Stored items

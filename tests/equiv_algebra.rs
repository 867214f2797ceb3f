//! Proofs for arithmetic circuits of different architectures.
//!
//! Outside references: the ariths-gen 8 x 8 array and Dadda multipliers in
//! tests/data/reference/netlists/arith (PROVENANCE.md), integer
//! multiplication and addition (every counterexample is replayed on
//! integers), and exhaustive simulation (miters of at most 24 inputs are
//! decided by enumerating every pattern). The 64 x 64 multipliers run in
//! release builds only (CI runs `cargo test --release`).

use ribbonmap::equiv::algebra::{
    arith_words, prove_against_spec, simulate_against_spec, SpecOutcome,
};
use ribbonmap::equiv::{
    check, check_with_stats, AlgebraOptions, ArithSpec, EquivOptions, PortMatching, Verdict,
};
use ribbonmap::generate::{generate, Family, Params};
use ribbonmap::io::{read_netlist, ReadOptions};
use ribbonmap::library::Library;
use ribbonmap::mapper::{map, MapOptions};
use ribbonmap::netlist::{Driver, MappedNetlist};
use ribbonmap::network::{Lit, Network, NodeId, NodeKind, SplitMix64};
use std::path::PathBuf;

fn reference(name: &str) -> Network {
    let path = PathBuf::from(env!("CARGO_MANIFEST_DIR"))
        .join("tests/data/reference/netlists/arith")
        .join(name);
    read_netlist(&path, &ReadOptions::default()).unwrap()
}

fn multiplier(width: u32, style: &str) -> Network {
    generate(Family::Multiplier, &Params::new(width).with_style(style)).unwrap()
}

fn by_order() -> EquivOptions {
    EquivOptions {
        ports: PortMatching::ByOrder,
        ..EquivOptions::default()
    }
}

fn with_spec(spec: ArithSpec) -> EquivOptions {
    EquivOptions {
        spec: Some(spec),
        ..by_order()
    }
}

const STYLES: [&str; 3] = ["array", "wallace", "dadda"];

/// Every generated 8 x 8 style against both ariths-gen multipliers, and
/// 12 x 12 array against Dadda, 10 x 10 array against Wallace: all within
/// 24 inputs, so decided by exhaustive simulation.
#[test]
fn multipliers_of_different_architectures_are_proven_by_enumeration() {
    for name in ["arrmul8_flat.blif", "dadda8_hier.blif"] {
        let other = reference(name);
        for style in STYLES {
            let ours = multiplier(8, style);
            let verdict = check(&ours, &other, &by_order()).unwrap();
            assert_eq!(
                verdict,
                Verdict::Equivalent {
                    outputs_checked: 16
                },
                "{style} vs {name}"
            );
        }
    }
    for (width, x, y) in [(12, "array", "dadda"), (10, "array", "wallace")] {
        let verdict = check(&multiplier(width, x), &multiplier(width, y), &by_order()).unwrap();
        assert_eq!(
            verdict,
            Verdict::Equivalent {
                outputs_checked: 2 * width as usize
            },
            "{width}: {x} vs {y}"
        );
    }
}

/// Unsigned multipliers of each architecture against `--spec mul` (and so
/// against each other).
#[test]
fn multipliers_are_proven_against_the_product() {
    let widths: &[u32] = if cfg!(debug_assertions) {
        &[16, 32]
    } else {
        &[16, 32, 64]
    };
    for &width in widths {
        for (x, y) in [
            ("array", "dadda"),
            ("dadda", "wallace"),
            ("wallace", "array"),
        ] {
            let report = check_with_stats(
                &multiplier(width, x),
                &multiplier(width, y),
                &with_spec(ArithSpec::Mul),
            )
            .unwrap();
            assert!(
                matches!(report.verdict, Verdict::Equivalent { .. }),
                "{width}: {x} vs {y}: {:?}",
                report.verdict
            );
            let spec = report.stats.spec.expect("spec route taken");
            assert_eq!((spec.a.as_str(), spec.b.as_str()), ("proven", "proven"));
        }
    }
}

/// The same after mapping: the original is proven by rewriting, the mapped
/// netlist by rewriting or, when its cells split the full adders, by
/// sweeping against the proven original.
#[test]
fn mapped_multipliers_are_proven_against_the_product() {
    let width = if cfg!(debug_assertions) { 8 } else { 16 };
    for lib in ["ribbon3", "ribbon2", "cmos-le"] {
        let library = Library::builtin(lib).unwrap();
        for style in STYLES {
            let original = multiplier(width, style);
            let mapped = map(&original, &library, &MapOptions::default())
                .unwrap()
                .to_network(&library);
            let report = check_with_stats(&original, &mapped, &with_spec(ArithSpec::Mul)).unwrap();
            assert!(
                matches!(report.verdict, Verdict::Equivalent { .. }),
                "{lib} {style}: {:?}",
                report.verdict
            );
            assert_eq!(report.stats.spec.expect("spec route").a, "proven");
        }
    }
}
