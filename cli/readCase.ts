/** Reading a case file at the edge: file → JSON.parse (never eval) → parseCase → plan, with messages a user can act on. */
import { readFileSync } from 'node:fs';
import { parseCase, type Case } from '../engine/case/schema';
import { plan, type Plan } from '../engine/plan/plan';
import { CliError } from './errors';
import { jsonErrorOffset, locationOf } from './jsonErrorLocation';

/** Reads and parses a JSON file; throws CliError naming the file and, for bad JSON, the line and column. */
export function readJsonFile(path: string): unknown {
  let text: string;
  try {
    text = readFileSync(path, 'utf8');
  } catch (e) {
    const code = (e as NodeJS.ErrnoException).code;
    const why =
      code === 'ENOENT' ? 'no such file' : code === 'EISDIR' ? 'it is a folder, not a file' : (e as Error).message;
    throw new CliError(`cannot read ${path}: ${why}`);
  }
  if (text.charCodeAt(0) === 0xfeff) text = text.slice(1); // byte-order mark some editors write
  try {
    return JSON.parse(text);
  } catch (e) {
    const offset = jsonErrorOffset(text);
    const where =
      offset >= 0 ? (({ line, column }) => ` at line ${line}, column ${column}`)(locationOf(text, offset)) : '';
    throw new CliError(`${path} is not valid JSON${where}: ${(e as Error).message}`);
  }
}

/** Parses an integer seed given on the command line (the schema checks its range). */
export function parseSeedOption(text: string): number {
  if (!/^\d+$/.test(text.trim())) throw new CliError(`--seed must be a whole number ≥ 0, not "${text}"`);
  return Number(text.trim());
}

/**
 * Validates and plans a case read from `source`. `seed` overrides the file's seed before validation (so its range
 * is checked like any other field). Throws CliError with one line per problem, each naming the field.
 */
export function validateAndPlan(
  raw: unknown,
  source: string,
  options: { seed?: number } = {},
): { caseData: Case; plan: Plan } {
  let input = raw;
  if (options.seed !== undefined && input !== null && typeof input === 'object' && !Array.isArray(input)) {
    input = { ...(input as Record<string, unknown>), seed: options.seed };
  }
  const parsed = parseCase(input);
  if (!parsed.ok)
    throw new CliError(`${source} is not a valid case:\n${parsed.errors.map((m) => `  ${m}`).join('\n')}`);
  const planned = plan(parsed.value);
  if (!planned.ok)
    throw new CliError(`${source} cannot run as set up:\n${planned.errors.map((m) => `  ${m}`).join('\n')}`);
  return { caseData: parsed.value, plan: planned.plan };
}

/** readJsonFile + validateAndPlan. */
export function loadCase(path: string, options: { seed?: number } = {}): { caseData: Case; plan: Plan } {
  return validateAndPlan(readJsonFile(path), path, options);
}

**Exercise description:** Your answer must contain every line of the records, exactly.

**Completed exercise:**
filename tests/equiv_algebra.rs
repository 867214f2797ceb3f
//! Proofs for arithmetic circuits of different architectures.
//!
//! Outside references: the ariths-gen 8 x 8 array and Dadda multipliers in
//! tests/data/reference/netlists/arith (PROVENANCE.md), integer
//! multiplication and addition (every counterexample is replayed on
//! integers), and exhaustive simulation (miters of at most 24 inputs are
//! decided by enumerating every pattern). The 64 x 64 multipliers run in
//! release builds only (CI runs `cargo test --release`).

use ribbonmap::equiv::algebra::{
    arith_words, prove_against_spec, simulate_against_spec, SpecOutcome,
};
use ribbonmap::equiv::{
    check, check_with_stats, AlgebraOptions, ArithSpec, EquivOptions, PortMatching, Verdict,
};
use ribbonmap::generate::{generate, Family, Params};
use ribbonmap::io::{read_netlist, ReadOptions};
use ribbonmap::library::Library;
use ribbonmap::mapper::{map, MapOptions};
use ribbonmap::netlist::{Driver, MappedNetlist};
use ribbonmap::network::{Lit, Network, NodeId, NodeKind, SplitMix64};
use std::path::PathBuf;

fn reference(name: &str) -> Network {
    let path = PathBuf::from(env!("CARGO_MANIFEST_DIR"))
        .join("tests/data/reference/netlists/arith")
        .join(name);
    read_netlist(&path, &ReadOptions::default()).unwrap()
}

fn multiplier(width: u32, style: &str) -> Network {
    generate(Family::Multiplier, &Params::new(width).with_style(style)).unwrap()
}

fn by_order() -> EquivOptions {
    EquivOptions {
        ports: PortMatching::ByOrder,
        ..EquivOptions::default()
    }
}

fn with_spec(spec: ArithSpec) -> EquivOptions {
    EquivOptions {
        spec: Some(spec),
        ..by_order()
    }
}

const STYLES: [&str; 3] = ["array", "wallace", "dadda"];

/// Every generated 8 x 8 style against both ariths-gen multipliers, and
/// 12 x 12 array against Dadda, 10 x 10 array against Wallace: all within
/// 24 inputs, so decided by exhaustive simulation.
#[test]
fn multipliers_of_different_architectures_are_proven_by_enumeration() {
    for name in ["arrmul8_flat.blif", "dadda8_hier.blif"] {
        let other = reference(name);
        for style in STYLES {
            let ours = multiplier(8, style);
            let verdict = check(&ours, &other, &by_order()).unwrap();
            assert_eq!(
                verdict,
                Verdict::Equivalent {
                    outputs_checked: 16
                },
                "{style} vs {name}"
            );
        }
    }
    for (width, x, y) in [(12, "array", "dadda"), (10, "array", "wallace")] {
        let verdict = check(&multiplier(width, x), &multiplier(width, y), &by_order()).unwrap();
        assert_eq!(
            verdict,
            Verdict::Equivalent {
                outputs_checked: 2 * width as usize
            },
            "{width}: {x} vs {y}"
        );
    }
}

/// Unsigned multipliers of each architecture against `--spec mul` (and so
/// against each other).
#[test]
fn multipliers_are_proven_against_the_product() {
    let widths: &[u32] = if cfg!(debug_assertions) {
        &[16, 32]
    } else {
        &[16, 32, 64]
    };
    for &width in widths {
        for (x, y) in [
            ("array", "dadda"),
            ("dadda", "wallace"),
            ("wallace", "array"),
        ] {
            let report = check_with_stats(
                &multiplier(width, x),
                &multiplier(width, y),
                &with_spec(ArithSpec::Mul),
            )
            .unwrap();
            assert!(
                matches!(report.verdict, Verdict::Equivalent { .. }),
                "{width}: {x} vs {y}: {:?}",
                report.verdict
            );
            let spec = report.stats.spec.expect("spec route taken");
            assert_eq!((spec.a.as_str(), spec.b.as_str()), ("proven", "proven"));
        }
    }
}

/// The same after mapping: the original is proven by rewriting, the mapped
/// netlist by rewriting or, when its cells split the full adders, by
/// sweeping against the proven original.
#[test]
fn mapped_multipliers_are_proven_against_the_product() {
    let width = if cfg!(debug_assertions) { 8 } else { 16 };
    for lib in ["ribbon3", "ribbon2", "cmos-le"] {
        let library = Library::builtin(lib).unwrap();
        for style in STYLES {
            let original = multiplier(width, style);
            let mapped = map(&original, &library, &MapOptions::default())
                .unwrap()
                .to_network(&library);
            let report = check_with_stats(&original, &mapped, &with_spec(ArithSpec::Mul)).unwrap();
            assert!(
                matches!(report.verdict, Verdict::Equivalent { .. }),
                "{lib} {style}: {:?}",
                report.verdict
            );
            assert_eq!(report.stats.spec.expect("spec route").a, "proven");
        }
    }
}
filename cli/readCase.ts
/** Reading a case file at the edge: file → JSON.parse (never eval) → parseCase → plan, with messages a user can act on. */
import { readFileSync } from 'node:fs';
import { parseCase, type Case } from '../engine/case/schema';
import { plan, type Plan } from '../engine/plan/plan';
import { CliError } from './errors';
import { jsonErrorOffset, locationOf } from './jsonErrorLocation';

/** Reads and parses a JSON file; throws CliError naming the file and, for bad JSON, the line and column. */
export function readJsonFile(path: string): unknown {
  let text: string;
  try {
    text = readFileSync(path, 'utf8');
  } catch (e) {
    const code = (e as NodeJS.ErrnoException).code;
    const why =
      code === 'ENOENT' ? 'no such file' : code === 'EISDIR' ? 'it is a folder, not a file' : (e as Error).message;
    throw new CliError(`cannot read ${path}: ${why}`);
  }
  if (text.charCodeAt(0) === 0xfeff) text = text.slice(1); // byte-order mark some editors write
  try {
    return JSON.parse(text);
  } catch (e) {
    const offset = jsonErrorOffset(text);
    const where =
      offset >= 0 ? (({ line, column }) => ` at line ${line}, column ${column}`)(locationOf(text, offset)) : '';
    throw new CliError(`${path} is not valid JSON${where}: ${(e as Error).message}`);
  }
}

/** Parses an integer seed given on the command line (the schema checks its range). */
export function parseSeedOption(text: string): number {
  if (!/^\d+$/.test(text.trim())) throw new CliError(`--seed must be a whole number ≥ 0, not "${text}"`);
  return Number(text.trim());
}

/**
 * Validates and plans a case read from `source`. `seed` overrides the file's seed before validation (so its range
 * is checked like any other field). Throws CliError with one line per problem, each naming the field.
 */
export function validateAndPlan(
  raw: unknown,
  source: string,
  options: { seed?: number } = {},
): { caseData: Case; plan: Plan } {
  let input = raw;
  if (options.seed !== undefined && input !== null && typeof input === 'object' && !Array.isArray(input)) {
    input = { ...(input as Record<string, unknown>), seed: options.seed };
  }
  const parsed = parseCase(input);
  if (!parsed.ok)
    throw new CliError(`${source} is not a valid case:\n${parsed.errors.map((m) => `  ${m}`).join('\n')}`);
  const planned = plan(parsed.value);
  if (!planned.ok)
    throw new CliError(`${source} cannot run as set up:\n${planned.errors.map((m) => `  ${m}`).join('\n')}`);
  return { caseData: parsed.value, plan: planned.plan };
}

/** readJsonFile + validateAndPlan. */
export function loadCase(path: string, options: { seed?: number } = {}): { caseData: Case; plan: Plan } {
  return validateAndPlan(readJsonFile(path), path, options);
}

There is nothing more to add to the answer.